# Task goal:
Using the entries that follow, write out the line containing "the scales and", the line containing "[N m-2], instead", and every line between them, exactly and nothing else.
Data for analysis section start
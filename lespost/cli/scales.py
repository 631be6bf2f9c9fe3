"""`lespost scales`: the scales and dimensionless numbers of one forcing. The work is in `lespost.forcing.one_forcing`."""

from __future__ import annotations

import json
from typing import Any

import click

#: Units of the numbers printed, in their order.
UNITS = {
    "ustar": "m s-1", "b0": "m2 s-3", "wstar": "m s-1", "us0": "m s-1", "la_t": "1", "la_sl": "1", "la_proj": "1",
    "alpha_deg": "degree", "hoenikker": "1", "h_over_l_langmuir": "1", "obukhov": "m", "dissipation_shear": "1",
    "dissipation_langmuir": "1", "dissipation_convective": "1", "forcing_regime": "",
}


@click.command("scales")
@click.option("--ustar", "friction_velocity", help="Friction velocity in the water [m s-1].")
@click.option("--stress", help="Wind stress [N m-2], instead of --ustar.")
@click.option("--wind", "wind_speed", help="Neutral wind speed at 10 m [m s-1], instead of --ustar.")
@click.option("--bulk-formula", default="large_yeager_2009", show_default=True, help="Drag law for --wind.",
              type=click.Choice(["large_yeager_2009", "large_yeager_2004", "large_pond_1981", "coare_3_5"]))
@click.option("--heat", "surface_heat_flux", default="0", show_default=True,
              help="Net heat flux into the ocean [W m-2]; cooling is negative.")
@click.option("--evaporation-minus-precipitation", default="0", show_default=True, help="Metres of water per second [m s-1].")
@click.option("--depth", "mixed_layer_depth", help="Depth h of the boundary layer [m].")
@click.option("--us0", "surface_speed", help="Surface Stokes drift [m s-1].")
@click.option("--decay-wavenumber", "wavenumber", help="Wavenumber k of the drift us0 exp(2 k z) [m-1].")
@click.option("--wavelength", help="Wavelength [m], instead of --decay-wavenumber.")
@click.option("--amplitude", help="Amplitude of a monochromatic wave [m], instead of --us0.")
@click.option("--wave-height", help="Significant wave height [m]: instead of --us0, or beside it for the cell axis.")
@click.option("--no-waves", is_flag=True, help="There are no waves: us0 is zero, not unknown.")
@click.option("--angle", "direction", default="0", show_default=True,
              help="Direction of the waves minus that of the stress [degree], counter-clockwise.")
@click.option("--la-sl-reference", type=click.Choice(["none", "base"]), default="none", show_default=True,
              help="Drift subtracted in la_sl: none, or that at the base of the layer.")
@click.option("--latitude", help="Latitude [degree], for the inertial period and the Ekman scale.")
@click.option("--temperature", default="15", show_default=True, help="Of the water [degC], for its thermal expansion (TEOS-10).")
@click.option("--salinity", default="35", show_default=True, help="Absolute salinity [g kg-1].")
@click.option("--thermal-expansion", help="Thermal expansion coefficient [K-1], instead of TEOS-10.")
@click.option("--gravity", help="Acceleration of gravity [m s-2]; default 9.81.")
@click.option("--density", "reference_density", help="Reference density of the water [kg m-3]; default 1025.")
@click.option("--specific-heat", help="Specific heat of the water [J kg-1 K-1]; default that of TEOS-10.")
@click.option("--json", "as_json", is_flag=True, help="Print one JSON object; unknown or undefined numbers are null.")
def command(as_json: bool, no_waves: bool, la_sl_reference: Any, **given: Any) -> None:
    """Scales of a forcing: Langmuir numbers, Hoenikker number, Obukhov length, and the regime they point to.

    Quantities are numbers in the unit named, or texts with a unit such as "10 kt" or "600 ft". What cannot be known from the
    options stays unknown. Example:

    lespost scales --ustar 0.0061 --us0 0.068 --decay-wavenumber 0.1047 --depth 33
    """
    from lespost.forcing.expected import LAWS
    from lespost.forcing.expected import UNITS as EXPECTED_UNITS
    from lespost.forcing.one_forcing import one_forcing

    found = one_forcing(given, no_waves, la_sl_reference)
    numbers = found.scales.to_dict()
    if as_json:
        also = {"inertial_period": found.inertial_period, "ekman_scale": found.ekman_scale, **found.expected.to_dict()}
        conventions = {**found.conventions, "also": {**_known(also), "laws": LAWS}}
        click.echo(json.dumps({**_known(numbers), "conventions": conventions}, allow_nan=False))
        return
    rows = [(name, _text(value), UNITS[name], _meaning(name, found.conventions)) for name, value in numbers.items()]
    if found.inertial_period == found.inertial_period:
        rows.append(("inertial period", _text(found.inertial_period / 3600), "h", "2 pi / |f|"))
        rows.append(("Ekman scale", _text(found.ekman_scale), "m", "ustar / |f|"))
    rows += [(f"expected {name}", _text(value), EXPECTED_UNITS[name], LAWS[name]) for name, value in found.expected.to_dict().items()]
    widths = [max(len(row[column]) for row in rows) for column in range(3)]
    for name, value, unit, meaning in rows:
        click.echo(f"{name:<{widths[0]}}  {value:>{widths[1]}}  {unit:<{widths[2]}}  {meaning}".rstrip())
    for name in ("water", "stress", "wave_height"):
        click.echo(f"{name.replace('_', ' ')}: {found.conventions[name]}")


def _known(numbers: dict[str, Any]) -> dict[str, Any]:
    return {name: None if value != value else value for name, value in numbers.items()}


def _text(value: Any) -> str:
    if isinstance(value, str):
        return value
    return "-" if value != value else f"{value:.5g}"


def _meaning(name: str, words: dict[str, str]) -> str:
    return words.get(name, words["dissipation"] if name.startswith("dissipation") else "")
Data for analysis section end
Data for analysis section start
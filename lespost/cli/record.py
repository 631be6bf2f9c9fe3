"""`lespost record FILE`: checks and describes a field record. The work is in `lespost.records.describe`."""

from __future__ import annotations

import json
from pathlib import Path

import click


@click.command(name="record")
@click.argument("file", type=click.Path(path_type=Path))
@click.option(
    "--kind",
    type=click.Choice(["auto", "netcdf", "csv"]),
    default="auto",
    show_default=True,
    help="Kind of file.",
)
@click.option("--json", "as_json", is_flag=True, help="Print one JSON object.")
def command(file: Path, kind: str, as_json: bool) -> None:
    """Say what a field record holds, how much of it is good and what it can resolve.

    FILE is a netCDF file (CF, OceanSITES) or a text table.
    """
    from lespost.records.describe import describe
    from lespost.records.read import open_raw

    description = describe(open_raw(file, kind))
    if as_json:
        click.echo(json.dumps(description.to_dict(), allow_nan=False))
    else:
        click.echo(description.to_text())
Data for analysis section end
# Output for this exercise:
"""`lespost scales`: the scales and dimensionless numbers of one forcing. The work is in `lespost.forcing.one_forcing`."""

from __future__ import annotations

import json
from typing import Any

import click

#: Units of the numbers printed, in their order.
UNITS = {
    "ustar": "m s-1", "b0": "m2 s-3", "wstar": "m s-1", "us0": "m s-1", "la_t": "1", "la_sl": "1", "la_proj": "1",
    "alpha_deg": "degree", "hoenikker": "1", "h_over_l_langmuir": "1", "obukhov": "m", "dissipation_shear": "1",
    "dissipation_langmuir": "1", "dissipation_convective": "1", "forcing_regime": "",
}


@click.command("scales")
@click.option("--ustar", "friction_velocity", help="Friction velocity in the water [m s-1].")
@click.option("--stress", help="Wind stress [N m-2], instead of --ustar.")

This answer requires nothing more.